Day-to-Day Tall Head of URL Exploration
This is the 4th post on the statistics of URL exploration. In the previous three (The Long Tail of URL Exploration, What does the Nth Explorer of the Web Find? and The Tall Head of URL Exploration) I looked at how adding users grows the long tail and tall head of URLs for a single day. Today, the data covers 20 days with a relatively constant population.
To get some idea how the tall head evolves, compare the tall head on day 0 with 19 successive days. The plot below shows the Top 10, Top 50, Top 100, Top 500 and Top 1000 URLs for day zero and the fraction of the top URLs on day zero appearing in the tall head on the nth day.

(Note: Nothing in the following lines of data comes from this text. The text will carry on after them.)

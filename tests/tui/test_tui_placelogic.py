"""Places and limits without textual: the drawing of points, lines and areas, the place
edits, the refusals, the panel's words and the library picker's rows."""

from __future__ import annotations

from dataclasses import replace

from trayadvisor.analysis import field_summary
from trayadvisor.layoutfile import demo_path, layout_problems
from trayadvisor.layoutfile.reader import read_layout
from trayadvisor.limits import LIBRARY
from trayadvisor.model import (
    Circuit,
    Conductor,
    Layout,
    Limit,
    ObservationArea,
    ObservationLine,
    ObservationPoint,
    Tray,
)
from trayadvisor.tui.logic import placeedits
from trayadvisor.tui.logic.placetext import library_rows, place_lines
from trayadvisor.tui.logic.scene import AREA_GLYPHS, LINE_GLYPHS, POINT_GLYPH, build_scene
from trayadvisor.tui.logic.viewport import Viewport

TRAY = Tray("P1", 0.0, 0.0, 400.0, 100.0)
BASE = Layout(
    "t", 50.0, (TRAY,), (Circuit("F1", "ac3", 100.0),),
    (Conductor("F1-L1", "F1", "L1", 100.0, 20.0, 30.0),
     Conductor("F1-L2", "F1", "L2", 200.0, 20.0, 30.0),
     Conductor("F1-L3", "F1", "L3", 300.0, 20.0, 30.0)),
)


def _text(scene) -> list[str]:
    return ["".join(ch for ch, _ in row) for row in scene.rows]


def test_points_lines_and_areas_are_drawn_at_their_cells() -> None:
    lay = replace(BASE, points=(ObservationPoint("desk", 350.0, 300.0),),
                  lines=(ObservationLine("wall", -100.0, 200.0, 500.0, 200.0),),
                  areas=(ObservationArea("room", -50.0, 250.0, 450.0, 380.0),))
    vp = Viewport(cols=70, rows=20).fitted((-120.0, -20.0, 520.0, 400.0))
    text = _text(build_scene(lay, vp))
    c, r = vp.cell_of(350.0, 300.0)
    assert text[r][c] == POINT_GLYPH and text[r][c + 1:c + 5] == "desk"
    r = vp.row_of(200.0)
    assert text[r].count(LINE_GLYPHS["h"]) > 40 and "wall" in text[r]
    c0, c1, top, bottom = vp.col_of(-50.0), vp.col_of(450.0), vp.row_of(380.0), vp.row_of(250.0)
    assert (text[top][c0], text[top][c1]) == (AREA_GLYPHS["tl"], AREA_GLYPHS["tr"])
    assert (text[bottom][c0], text[bottom][c1]) == (AREA_GLYPHS["bl"], AREA_GLYPHS["br"])
    assert text[top][c0 + 1:c0 + 5] == "room"                 # its name on the top edge
    assert text[(top + bottom) // 2][c0] == AREA_GLYPHS["v"]
    plain = _text(build_scene(lay, vp, places=False))
    assert POINT_GLYPH not in "".join(plain) and "room" not in "".join(plain)


def test_an_area_larger_than_the_window_is_clipped_and_still_named() -> None:
    lay = replace(BASE, areas=(ObservationArea("hall", -5000.0, 150.0, 5000.0, 9000.0),))
    vp = Viewport(cols=40, rows=12).fitted((-50.0, -20.0, 450.0, 200.0))
    text = _text(build_scene(lay, vp))
    r = vp.row_of(150.0)
    assert set(text[r]) == {AREA_GLYPHS["h"]}                 # the bottom edge, clipped
    assert text[0][1:5] == "hall"                             # named on the first row shown
    assert AREA_GLYPHS["bl"] not in "".join(text)             # corners are off the window


def test_renaming_a_place_follows_into_the_limits_and_delete_is_refused() -> None:
    lay = replace(BASE, points=(ObservationPoint("desk", 350.0, 300.0),),
                  limits=(Limit("ceiling", 5.0, places=("desk",)),))
    moved = placeedits.replace_item(lay, "point", "desk", ObservationPoint("bench", 1, 500))
    assert moved.limits[0].places == ("bench",) and layout_problems(moved) == []
    refusal = placeedits.form_problem(lay, "point", "desk", "delete")
    assert refusal is not None and "'ceiling'" in refusal
    freed = placeedits.replace_item(lay, "limit", "ceiling", replace(lay.limits[0], places=()))
    assert placeedits.form_problem(freed, "point", "desk", "delete") is None
    after, label = placeedits.apply_form(freed, "point", "desk", "delete")
    assert after.points == () and label == "delete point desk"


def test_form_problem_reports_only_what_the_edit_breaks() -> None:
    over = ObservationArea("room", 0.0, 0.0, 150.0, 150.0)    # over conductor F1-L1
    problem = placeedits.form_problem(BASE, "area", None, over)
    assert problem == layout_problems(replace(BASE, areas=(over,)))[0].message
    clear = replace(over, y0_mm=200.0, y1_mm=400.0)
    assert placeedits.form_problem(BASE, "area", None, clear) is None
    wrong = Limit("mon", places=("room",), library="iec-61000-4-8-level-1", kind="exposure")
    with_room = placeedits.add_item(BASE, "area", clear)
    problem = placeedits.form_problem(with_room, "limit", None, wrong)
    assert problem is not None and "immunity" in problem      # never an exposure limit
    assert placeedits.form_problem(with_room, "limit", None, replace(wrong, kind=None)) is None
    # a new place is proposed clear of the conductors, under a free name
    for new in (placeedits.new_point, placeedits.new_line, placeedits.new_area):
        item = new(BASE)
        kind = type(item).__name__.replace("Observation", "").lower()
        assert placeedits.form_problem(BASE, kind, None, item) is None


def test_the_panel_words_follow_the_engine_figures() -> None:
    demo = read_layout(demo_path())
    s = field_summary(demo, distance_mm=500.0)
    lines = [ln.text for ln in place_lines(s, demo)]
    judged = [(p, q) for p in s.places for q in p.limits]
    assert judged                                             # the demo binds limits
    for p, q in judged:
        k = lines.index(f" {'pass' if q.passes else 'FAIL'} {q.name}", lines.index(
            f"{p.type} {p.name}"))
        assert lines[k + 1].startswith(f"   {q.kind}")
        assert ("DC" in lines[k + 1]) == (q.band == "dc")
    kinds = {ln.kind for ln in place_lines(s, demo)}
    assert {"pass", "fail"} & kinds
    empty = replace(demo, points=(), lines=(), areas=(), limits=())
    assert "p adds one" in place_lines(field_summary(empty), empty)[-1].text


def test_library_rows_show_every_entry_with_its_kind_band_and_level() -> None:
    rows = library_rows(50.0)
    assert [r[0] for r in rows] == [e.id for e in LIBRARY]
    for (_eid, row, detail), e in zip(rows, LIBRARY, strict=True):
        assert row.split()[:3] == [e.id, e.kind, e.band.upper()]
        if e.band == "ac" and e.valid_at(50.0):
            assert row.endswith(" µT") and e.name in detail
        assert ("equipment" in detail) == (e.kind == "immunity")
    high = next(r for r in library_rows(400.0) if r[0] == "eu-2013-35-high")
    assert "not at 400 Hz" in high[1]                         # stops at 300 Hz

Green-Top 100 URLs; Cyan-Top 500 URLs; Yellow-Top
1000 URLs. (URLs ranked by visits).
While the Top 10 and Top 50 URLs show stability day after day, the Top 500 and Top 1000 roll over at a fairly constant rate after day one. The plot can be used to estimate the size of the persistent tall head of URLs for this population and the rate at which the tall head evolves.
First, look for a change in behavior from maintaining a constant fraction of the day-0 URLs to a steady decline from day to day. By this heuristic, estimate the persistent tall head to be between 50 and 100 URLs.

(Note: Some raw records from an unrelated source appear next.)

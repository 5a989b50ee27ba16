"""The Coupling view and the report key, driven through the real app at 80x24.

Reference values: :func:`trayadvisor.coupling.victims.coupling_summary` (what ``trayadvisor couple
--json`` prints) and :func:`trayadvisor.output.report.write_report` (``trayadvisor report``)."""

from __future__ import annotations

from dataclasses import replace
from pathlib import Path

from textual.widgets import Input
from tuihelpers import SIZE, settle, text_of

from trayadvisor.coupling import coupling_summary
from trayadvisor.tui import make_app
from trayadvisor.tui.logic.couplingtext import WORST_IMBALANCE, WORST_SHARE, f1, g3
from trayadvisor.tui.screens.coupling import CouplingScreen
from trayadvisor.tui.screens.dialogs import PathDialog


def _line_of(text: str, start: str) -> str:
    """The table row whose text starts with ``start`` (after the indent and a group's
    reactance-only flag "⚠")."""
    found = [ln for ln in text.splitlines()
             if ln.lstrip(" ").removeprefix("⚠").startswith(start)]
    assert len(found) == 1, (start, text)
    return found[0]


def _check_figures(app, text: str) -> dict:  # noqa: ANN001
    """Every figure on the panel equals the engine's for the app's model."""
    want = coupling_summary(app.document.layout).to_json()  # reference: `couple --json`
    assert app.screen.summary.to_json() == want
    for v in want["victims"]:
        row = _line_of(text, v["circuit"]).split()
        assert row[1:4] == [g3(v["induced_mV_per_m"]), g3(v["length_m"]), g3(v["induced_V"])]
    for c in want["sharing"]:
        row = _line_of(text, c["conductor"]).split()
        assert row[1:4] == [f1(c["current_a"]), f1(c["angle_deg"]), f1(c["share_pct"]) + "%"]
    groups = want["groups"]
    for g in groups:
        row = _line_of(text, f"{g['circuit']}     {g['phase']}").split()
        assert row[2] == f1(g["imbalance_pct"])
    worst = max(groups, key=lambda g: g["imbalance_pct"])
    assert WORST_IMBALANCE in _line_of(text, f"{worst['circuit']}     {worst['phase']}")
    assert text.count(WORST_IMBALANCE) == 1 and text.count(WORST_SHARE) == 1
    return want


async def test_coupling_panel_shows_the_engine_figures_and_follows_a_move() -> None:
    app = make_app()
    async with app.run_test(size=SIZE) as pilot:
        await settle(app, pilot)
        await pilot.press("4")
        assert isinstance(app.screen, CouplingScreen)
        await settle(app, pilot)
        assert app.screen.current
        before = _check_figures(app, text_of(app, "#coupling"))
        # The demo's worst group is F1 L1 (36 %: the engine's figure, not a hand value).
        assert "F1     L1" in [ln for ln in text_of(app, "#coupling").splitlines()
                               if WORST_IMBALANCE in ln][0]
        assert "Reactance-only" not in text_of(app, "#coupling")
        await pilot.press("left", "left")                   # move F1-L1a 10 mm
        await settle(app, pilot)
        assert app.screen.current
        after = _check_figures(app, text_of(app, "#coupling"))
        assert after["sharing"] != before["sharing"]
        assert after["victims"][0]["induced_mV_per_m"] != before["victims"][0][
            "induced_mV_per_m"]
        # Without conductor areas the sharing is reactance-only, and the panel says so.
        lay = app.document.layout
        bare = replace(lay, conductors=tuple(replace(c, area_mm2=None)
                                             for c in lay.conductors))
        app.apply_edit(bare, "drop the areas")
        await settle(app, pilot)
        text = text_of(app, "#coupling")
        assert "Reactance-only sharing for F1 L1, F1 L2, F1 L3" in text and "R' = 0" in text
        assert text.index("Reactance-only") < text.index("Current sharing")  # seen first
        assert "(reactance only)" in text
        _check_figures(app, text)


async def test_report_key_writes_the_report_next_to_the_layout(demo_copy: Path) -> None:
    app = make_app(demo_copy)
    async with app.run_test(size=SIZE) as pilot:
        await settle(app, pilot)
        await pilot.press("R")
        assert isinstance(app.screen, PathDialog)
        field = app.screen.query_one("#path", Input)
        target = demo_copy.with_name("demo-report.html")
        assert field.value == str(target)                   # default: beside the file
        field.value = str(demo_copy.with_name("demo-report.txt"))
        field.focus()
        await pilot.press("enter")                          # a bad extension: refused
        await settle(app, pilot)
        assert app.message[1] == "error" and ".html or .md" in app.message[0]
        assert not app.report_running
        await pilot.press("R")
        app.screen.query_one("#path", Input).focus()
        await pilot.press("enter")                          # the default path
        await settle(app, pilot)
        assert not app.report_running
        assert app.message == (f"wrote the report {target}", "info")
        html = target.read_text(encoding="utf-8")
        assert "<svg" in html
        # The appendix is the file's own text (its comments too), as `report FILE` writes.
        assert "an invented scenario for trying trayadvisor" in html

Secondly, to estimate the turnover of the tall head, choose the approximate desired tall head, e.g., the Top 500 URLs (cyan), and look at the slope of the line for days 1-19. (Alternately, choose a timescale for which the tall head should turn over to a given fraction remaining, say, 75%, giving a timescale of approximately 15 days.)
for comparison; Green-Fit to Top 500 URLs. (Days 1-20,
URLs ranked by visits).
The plot above shows the Top 500 URLs rollover about 0.5% per day from days 1 to 20.